Directions ▸
Word for word, restate the lines of the data from the first through the one containing "Outside its sampled", and nothing else.

Dataset excerpts ▸
****************************************

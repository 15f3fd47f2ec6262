//! Spectra: a sampled curve plus what it measures.
//!
//! A [`Spectrum`] holds values per nanometre of one declared [`Measure`] (radiance, irradiance,
//! intensity, flux, or a unit-free relative shape) on an energy or photon [`Basis`]. Energy and
//! photon values convert exactly with E = h·c/λ (SI 2019 exact h and c). Outside its sampled
//! range a spectrum is not covered; every integral reports its [`Coverage`].

use serde::Serialize;

use crate::base::constants::PLANCK_TIMES_C_J_M;
use crate::base::curve::Curve;
use crate::base::error::{Error, Result};
use crate::base::quantity::{
    Irradiance, PhotonFlux, PhotonIntensity, PhotonIrradiance, PhotonRadiance, Power, Radiance,
    RadiantIntensity, SiValue,
};

/// What a spectrum's values measure (per nanometre of wavelength).
#[derive(Debug, Clone, Copy, PartialEq, Eq, Serialize)]
#[serde(rename_all = "kebab-case")]
pub enum Measure {
    /// Spectral radiance, W·m⁻²·sr⁻¹·nm⁻¹ (photon basis: photons·s⁻¹·m⁻²·sr⁻¹·nm⁻¹).
    Radiance,
    /// Spectral irradiance, W·m⁻²·nm⁻¹ (photons·s⁻¹·m⁻²·nm⁻¹).
    Irradiance,
    /// Spectral radiant intensity, W·sr⁻¹·nm⁻¹ (photons·s⁻¹·sr⁻¹·nm⁻¹).
    Intensity,
    /// Spectral radiant flux, W·nm⁻¹ (photons·s⁻¹·nm⁻¹).
    Flux,
    /// A unit-free spectral shape, to be scaled to a measured quantity.
    Relative,
}

impl Measure {
    /// All measures, in the order used in help texts.
    pub const ALL: [Measure; 5] =
        [Measure::Radiance, Measure::Irradiance, Measure::Intensity, Measure::Flux, Measure::Relative];

    /// The name used in files and on the command line.
    pub fn name(self) -> &'static str {
        match self {
            Measure::Radiance => "radiance",
            Measure::Irradiance => "irradiance",
            Measure::Intensity => "intensity",
            Measure::Flux => "flux",
            Measure::Relative => "relative",
        }
    }

    /// Parses a name as written in a spectrum file header or on the command line.
    ///
    /// # Errors
    /// [`crate::ErrorKind::InvalidInput`] listing the accepted names.
    pub fn parse(text: &str) -> Result<Self> {
        let t = text.trim().to_ascii_lowercase();
        let t = t.strip_prefix("spectral ").unwrap_or(&t);
        let t = t.strip_prefix("spectral-").unwrap_or(t);
        Ok(match t {
            "radiance" => Measure::Radiance,
            "irradiance" => Measure::Irradiance,
            "intensity" | "radiant intensity" | "radiant-intensity" => Measure::Intensity,
            "flux" | "radiant flux" | "radiant-flux" | "power" => Measure::Flux,
            "relative" | "shape" => Measure::Relative,
            _ => {
                return Err(Error::input(format!(
                    "unknown spectral quantity '{text}'; expected one of radiance, irradiance, intensity, flux, relative"
                )));
            }
        })
    }

    /// The unit of the values per nanometre on the given basis.
    pub fn unit_per_nm(self, basis: Basis) -> &'static str {
        match (self, basis) {
            (Measure::Radiance, Basis::Energy) => "W·m⁻²·sr⁻¹·nm⁻¹",
            (Measure::Irradiance, Basis::Energy) => "W·m⁻²·nm⁻¹",
            (Measure::Intensity, Basis::Energy) => "W·sr⁻¹·nm⁻¹",
            (Measure::Flux, Basis::Energy) => "W·nm⁻¹",
            (Measure::Radiance, Basis::Photon) => "photons·s⁻¹·m⁻²·sr⁻¹·nm⁻¹",
            (Measure::Irradiance, Basis::Photon) => "photons·s⁻¹·m⁻²·nm⁻¹",
            (Measure::Intensity, Basis::Photon) => "photons·s⁻¹·sr⁻¹·nm⁻¹",
            (Measure::Flux, Basis::Photon) => "photons·s⁻¹·nm⁻¹",
            (Measure::Relative, _) => "relative units per nm",
        }
    }
}

/// Whether values count energy (watts) or photons (photons per second).
#[derive(Debug, Clone, Copy, PartialEq, Eq, Serialize)]
#[serde(rename_all = "kebab-case")]
pub enum Basis {
    /// Radiometric values in watts.
    Energy,
    /// Photon-count values in photons per second.
    Photon,
}

impl Basis {
    /// Parses `energy` or `photon` (also `quantal`, `photons`).
    ///
    /// # Errors
    /// [`crate::ErrorKind::InvalidInput`] naming the accepted spellings.
    pub fn parse(text: &str) -> Result<Self> {
        match text.trim().to_ascii_lowercase().as_str() {
            "energy" | "radiometric" | "watts" => Ok(Basis::Energy),
            "photon" | "photons" | "quantal" => Ok(Basis::Photon),
            _ => Err(Error::input(format!("unknown basis '{text}'; expected energy or photon"))),
        }
    }
}
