/** Planned sets for one block, as rows to insert. */
function plannedRows(input: {
  sessionId: number
  exercise: ExerciseModel
  slotId: number | null
  role: SlotRole
  scheme: unknown
  restSec: number
  blockIndex: number
  gym: Awaited<ReturnType<typeof gymOf>>
  history: Awaited<ReturnType<typeof historyFor>>
}) {
  const planned = planBlock({
    role: input.role,
    scheme: parseScheme(input.scheme),
    equipment: equipmentOf(input.gym, input.exercise),
    history: input.history.get(blockKey(input.exercise.id, input.slotId)),
    restSec: input.restSec,
  })
  return planned.map((p) => ({
    id: randomUUID(),
    sessionId: input.sessionId,
    exerciseId: input.exercise.id,
    slotId: input.slotId,
    role: input.role,
    position: input.blockIndex * BLOCK_STRIDE + p.position,
    kind: p.kind,
    targetLoadKg: p.targetLoadKg,
    targetRepsMin: p.targetRepsMin,
    targetRepsMax: p.targetRepsMax,
    targetReps: p.targetReps,
    toFailure: p.toFailure,
    targetRir: p.targetRir,
    loadKg: null,
    reps: null,
    rir: null,
    note: null,
    loggedAt: null,
  }))
}

/** The runner's whole view of a session: sets, and per exercise its equipment and last time. */
export async function runSessionView(session: SessionModel, athlete: UserModel): Promise<RunSession> {
  const sets = await SetLogModel.findAll({
    where: { sessionId: session.id },
    include: [{ model: ExerciseModel, as: 'exercise' }],
    order: [['position', 'ASC']],
  })
  const blocks: Array<{ exercise: ExerciseModel; slotId: number | null; role: SlotRole }> = []
  for (const set of sets) {
    if (!blocks.some((b) => b.exercise.id === set.exerciseId && b.slotId === set.slotId)) {
      blocks.push({ exercise: set.exercise!, slotId: set.slotId, role: (set.role ?? 'accessory') as SlotRole })
    }
  }
  const slotRest = new Map<number, number>()
  if (session.planDayId && session.versionLabel) {
    for (const slot of await slotsOf(session.planDayId, session.versionLabel)) slotRest.set(slot.id, slot.restSec)
  }
  const [gym, history] = await Promise.all([
    gymOf(athlete),
    historyFor(athlete.id, blocks.map((b) => ({ exerciseId: b.exercise.id, slotId: b.slotId })), session.id),
  ])
  // The coach's comments on each exercise's sets last time, shown on the set card.
  const lastSessionIds = [...new Set([...history.values()].map((h) => h.exposures.at(-1)?.sessionId).filter((id): id is number => id !== undefined))]
  const comments = lastSessionIds.length
    ? await CommentModel.findAll({
        where: { sessionId: lastSessionIds, setLogId: { [Op.ne]: null } },
        include: [
          { model: UserModel, as: 'author', attributes: ['name', 'role'], where: { role: 'coach' } },
          { model: SetLogModel, as: 'setLog', attributes: ['exerciseId'] },
        ],
        order: [['createdAt', 'ASC']],
      })
    : []
  return {
    ...toSessionSummary(session),
    exercises: blocks.map(({ exercise, slotId, role }) => {
      const blockHistory = history.get(blockKey(exercise.id, slotId))
      const last = blockHistory?.exposures.at(-1)
      return {
        exerciseId: exercise.id,
        slotId,
        name: exercise.name,
        pattern: exercise.pattern,
        role,
        restSec: (slotId !== null ? slotRest.get(slotId) : undefined) ?? DEFAULT_REST_SECONDS[role],
        equipment: equipmentOf(gym, exercise),
        lastTime: (last?.sets ?? []).map((s) => ({ kind: s.kind, loadKg: s.loadKg, reps: s.reps, rir: s.rir ?? null })),
        lastTimeAt: last?.at ?? null,
        coachComments: comments
          .filter((c) => c.sessionId === last?.sessionId && (c as CommentModel & { setLog?: SetLogModel }).setLog?.exerciseId === exercise.id)
          .map((c) => ({ body: c.body, author: (c as CommentModel & { author?: UserModel }).author?.name ?? '', createdAt: c.createdAt.toISOString() })),
        nextStepBy: blockHistory?.takenBy ?? null,
      }
    }),
    sets: sets.map(toRunSet),
  }
}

****************************************

Reply ▸
repository 15f3fd47f2ec6262
//! Spectra: a sampled curve plus what it measures.
//!
//! A [`Spectrum`] holds values per nanometre of one declared [`Measure`] (radiance, irradiance,
//! intensity, flux, or a unit-free relative shape) on an energy or photon [`Basis`]. Energy and
//! photon values convert exactly with E = h·c/λ (SI 2019 exact h and c). Outside its sampled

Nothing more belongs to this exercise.